▶ DATA TO EXAMINE:
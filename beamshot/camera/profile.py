"""Camera profile: what was learned about a camera, kept as a versioned, readable JSON file.

A profile holds the response curve (parametric or measured table), the flat-field model, the
black level, and the absolute-scale constant ``K`` (lx per linear unit at ``N^2 / (t S) = 1``):
wall illuminance ``E = K v N^2 / (t S)``, from ISO 12232's ``H = q L t / N^2`` with the lens
factor, the wall's reflectance and the sensitivity folded into one measured number.  Every
part records its provenance (when, which files and their SHA-256, method, residuals).

Profiles are found by path, or by name in ``$BEAMSHOT_HOME/cameras`` (default
``~/.config/beamshot/cameras``) and in the project's ``calibration/`` folder; the built-in
``uncalibrated-srgb`` profile is the default.
"""

from __future__ import annotations

import datetime as _dt
import json
import os
import tempfile
from dataclasses import dataclass, field, replace

from ..errors import BeamshotError
from .distortion import Distortion
from .flatfield import FlatField
from .response import Response

__all__ = ["SCHEMA_NAME", "SCHEMA_VERSION", "DEFAULT_PROFILE_NAME", "CameraProfile", "default_profile",
           "profile_dir", "find_profile", "load_profile", "save_profile", "list_profiles"]

SCHEMA_NAME = "beamshot.camera"
SCHEMA_VERSION = "1.0"
DEFAULT_PROFILE_NAME = "uncalibrated-srgb"


@dataclass(frozen=True)
class CameraProfile:
    """A camera profile; see the module docstring.  ``scale_constant`` in lx (None if unknown)."""

    name: str
    response: Response = field(default_factory=Response)
    response_quality: dict | None = None
    flat: FlatField | None = None
    black_level: float = 0.0
    scale_constant: float | None = None
    scale_uncertainty: float | None = None
    scale_notes: dict | None = None
    make: str | None = None
    model: str | None = None
    calibrated: bool = False
    created_utc: str = ""
    provenance: tuple = ()
    distortion: Distortion | None = None

    def with_step(self, step: str, files: list[dict], *, details: dict | None = None, **changes) -> "CameraProfile":
        """A copy with ``changes`` applied and a provenance entry for ``step`` (plus ``details``, if any)."""
        entry = {"step": step, "when_utc": _now(), "files": files, **(details or {})}
        return replace(self, provenance=tuple(self.provenance) + (entry,), calibrated=True, **changes)

    def to_dict(self) -> dict:
        r = self.response
        response = {"kind": r.kind}
        if r.kind == "gamma":
            response["gamma"] = r.gamma
        if r.kind == "table":
            response["table_rgb"] = [list(row) for row in r.table]
        return {
            "schema": SCHEMA_NAME,
            "schema_version": SCHEMA_VERSION,
            "name": self.name,
            "calibrated": self.calibrated,
            "make": self.make,
            "model": self.model,
            "created_utc": self.created_utc,
            "response": response,
            "response_quality": self.response_quality,
            "flat_field": None if self.flat is None else {
                "model": "1/V = 1 + b1 r^2 + b2 r^4 + b3 r^6 (r to the half-diagonal)",
                "coefficients": list(self.flat.coefficients),
                "residual_rms": self.flat.residual_rms,
                "image_size": [self.flat.shape[1], self.flat.shape[0]],
                "method": self.flat.method,
                "data_to_radius": self.flat.max_radius,
            },
            "black_level": self.black_level,
            "distortion": None if self.distortion is None else self.distortion.to_dict(),
            "absolute_scale": None if self.scale_constant is None else {
                "constant_lx": self.scale_constant,
                "relative_uncertainty": self.scale_uncertainty,
                "relation": "E_wall = K * v * N^2 / (t * S)  (v linear, 1 = clipping)",
                **(self.scale_notes or {}),
            },
            "provenance": list(self.provenance),
        }

    @classmethod
    def from_dict(cls, data: dict, source: str = "profile") -> "CameraProfile":
        if not isinstance(data, dict) or data.get("schema") != SCHEMA_NAME:
            raise BeamshotError(f"{source}: not a beamshot camera profile")
        version = str(data.get("schema_version", ""))
        try:
            major = int(version.split(".")[0])
        except ValueError:
            raise BeamshotError(f"{source}: the profile has no readable schema_version") from None
        if major > int(SCHEMA_VERSION.split(".")[0]):
            raise BeamshotError(f"{source}: written by a newer beamshot (camera schema {version}); upgrade beamshot")
        try:
            resp = data["response"]
            kind = resp["kind"]
            if kind == "table":
                table = resp["table_rgb"]
                if len(table) != 3 or any(len(row) != len(table[0]) or len(row) < 16 for row in table):
                    raise ValueError("table_rgb must be 3 rows of equal length")
                response = Response("table", table=tuple(tuple(float(x) for x in row) for row in table))
            elif kind in ("srgb", "linear", "s-curve"):
                response = Response(kind)
            elif kind == "gamma":
                response = Response("gamma", gamma=float(resp["gamma"]))
            else:
                raise ValueError(f"unknown response kind {kind!r}")
            ff = data.get("flat_field")
            flat = None
            if ff:
                b = [float(x) for x in ff["coefficients"]]
                if len(b) != 3:
                    raise ValueError("flat_field.coefficients must have 3 numbers")
                w, h = (int(x) for x in ff["image_size"])
                flat = FlatField(coefficients=tuple(b), residual_rms=float(ff["residual_rms"]), shape=(h, w),
                                 method=str(ff.get("method", "flat photo")),
                                 max_radius=float(ff.get("data_to_radius", 1.0)))
            sc = data.get("absolute_scale")
            notes = None
            if sc:
                notes = {k: v for k, v in sc.items() if k not in ("constant_lx", "relative_uncertainty", "relation")}
            dist = data.get("distortion")
            return cls(
                distortion=None if not dist else Distortion.from_dict(dist),
                name=str(data["name"]),
                response=response,
                response_quality=data.get("response_quality"),
                flat=flat,
                black_level=float(data.get("black_level", 0.0)),
                scale_constant=None if not sc else float(sc["constant_lx"]),
                scale_uncertainty=None if not sc else float(sc["relative_uncertainty"]),
                scale_notes=notes,
                make=data.get("make"),
                model=data.get("model"),
                calibrated=bool(data.get("calibrated", False)),
                created_utc=str(data.get("created_utc", "")),
                provenance=tuple(data.get("provenance", ())),
            )
        except (KeyError, TypeError, ValueError) as exc:
            raise BeamshotError(f"{source}: the camera profile is damaged ({exc}); recreate it") from None


def _now() -> str:
    return _dt.datetime.now(_dt.timezone.utc).isoformat(timespec="seconds")


def default_profile() -> CameraProfile:
    """The shipped default: sRGB response, no flat field, no absolute constant (uncalibrated)."""
    return CameraProfile(name=DEFAULT_PROFILE_NAME, calibrated=False, created_utc="",
                         provenance=({"step": "default", "note": "uncalibrated: sRGB curve assumed, "
                                      "vignetting not corrected, no camera constant"},))


def profile_dir() -> str:
    """Folder for personal profiles: ``$BEAMSHOT_HOME/cameras`` or ``~/.config/beamshot/cameras``."""
    home = os.environ.get("BEAMSHOT_HOME") or os.path.join(os.path.expanduser("~"), ".config", "beamshot")
    return os.path.join(home, "cameras")


def _project_dir() -> str:
    return os.path.join(os.path.dirname(os.path.dirname(os.path.dirname(os.path.abspath(__file__)))), "calibration")


def find_profile(name_or_path: str) -> str | None:
    """Path of a profile given as a file path or a name; None if there is none."""
    if os.path.sep in name_or_path or name_or_path.endswith(".json"):
        return name_or_path if os.path.exists(name_or_path) else None
    for folder in (profile_dir(), _project_dir()):
        p = os.path.join(folder, f"{name_or_path}.json")
        if os.path.exists(p):
            return p
    return None


def load_profile(name_or_path: str | None) -> CameraProfile:
    """Load a profile by path or name (None or the default name: the built-in default)."""
    if name_or_path in (None, DEFAULT_PROFILE_NAME):
        return default_profile()
    path = find_profile(name_or_path)
    if path is None:
        raise BeamshotError(f"no camera profile {name_or_path!r} (looked in {profile_dir()} and calibration/); "
                            "create one with 'beamshot camera response' or give a file path")
    try:
        with open(path, encoding="utf-8") as fh:
            data = json.load(fh)
    except (OSError, UnicodeDecodeError, json.JSONDecodeError) as exc:
        raise BeamshotError(f"{path}: cannot read the camera profile ({exc})") from None
    return CameraProfile.from_dict(data, source=path)


def save_profile(profile: CameraProfile, path: str | None = None) -> str:
    """Write ``profile`` atomically (temporary file, then rename); returns the path."""
    if path is None:
        os.makedirs(profile_dir(), exist_ok=True)
        path = os.path.join(profile_dir(), f"{profile.name}.json")
    folder = os.path.dirname(os.path.abspath(path)) or "."
    os.makedirs(folder, exist_ok=True)
    fd, tmp = tempfile.mkstemp(prefix=".profile-", suffix=".json", dir=folder)
    try:
        with os.fdopen(fd, "w", encoding="utf-8") as fh:
            json.dump(profile.to_dict(), fh, indent=2)
            fh.write("\n")
        os.replace(tmp, path)
    finally:
        if os.path.exists(tmp):
            os.remove(tmp)
    return path


def list_profiles() -> list[tuple[str, str]]:
    """``(name, path)`` of every profile found, the built-in default first."""
    out = [(DEFAULT_PROFILE_NAME, "(built in)")]
    for folder in (profile_dir(), _project_dir()):
        if os.path.isdir(folder):
            for f in sorted(os.listdir(folder)):
                if f.endswith(".json") and f[:-5] != DEFAULT_PROFILE_NAME:
                    out.append((f[:-5], os.path.join(folder, f)))
    return out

▶ TRY IT:
From the records above, print only the lines between the one holding "def _now() ->" and the one holding "shipped default: sRGB", inclusive, exactly as they stand.

▶ EXERCISE OUTPUT:
def _now() -> str:
    return _dt.datetime.now(_dt.timezone.utc).isoformat(timespec="seconds")


def default_profile() -> CameraProfile:
    """The shipped default: sRGB response, no flat field, no absolute constant (uncalibrated)."""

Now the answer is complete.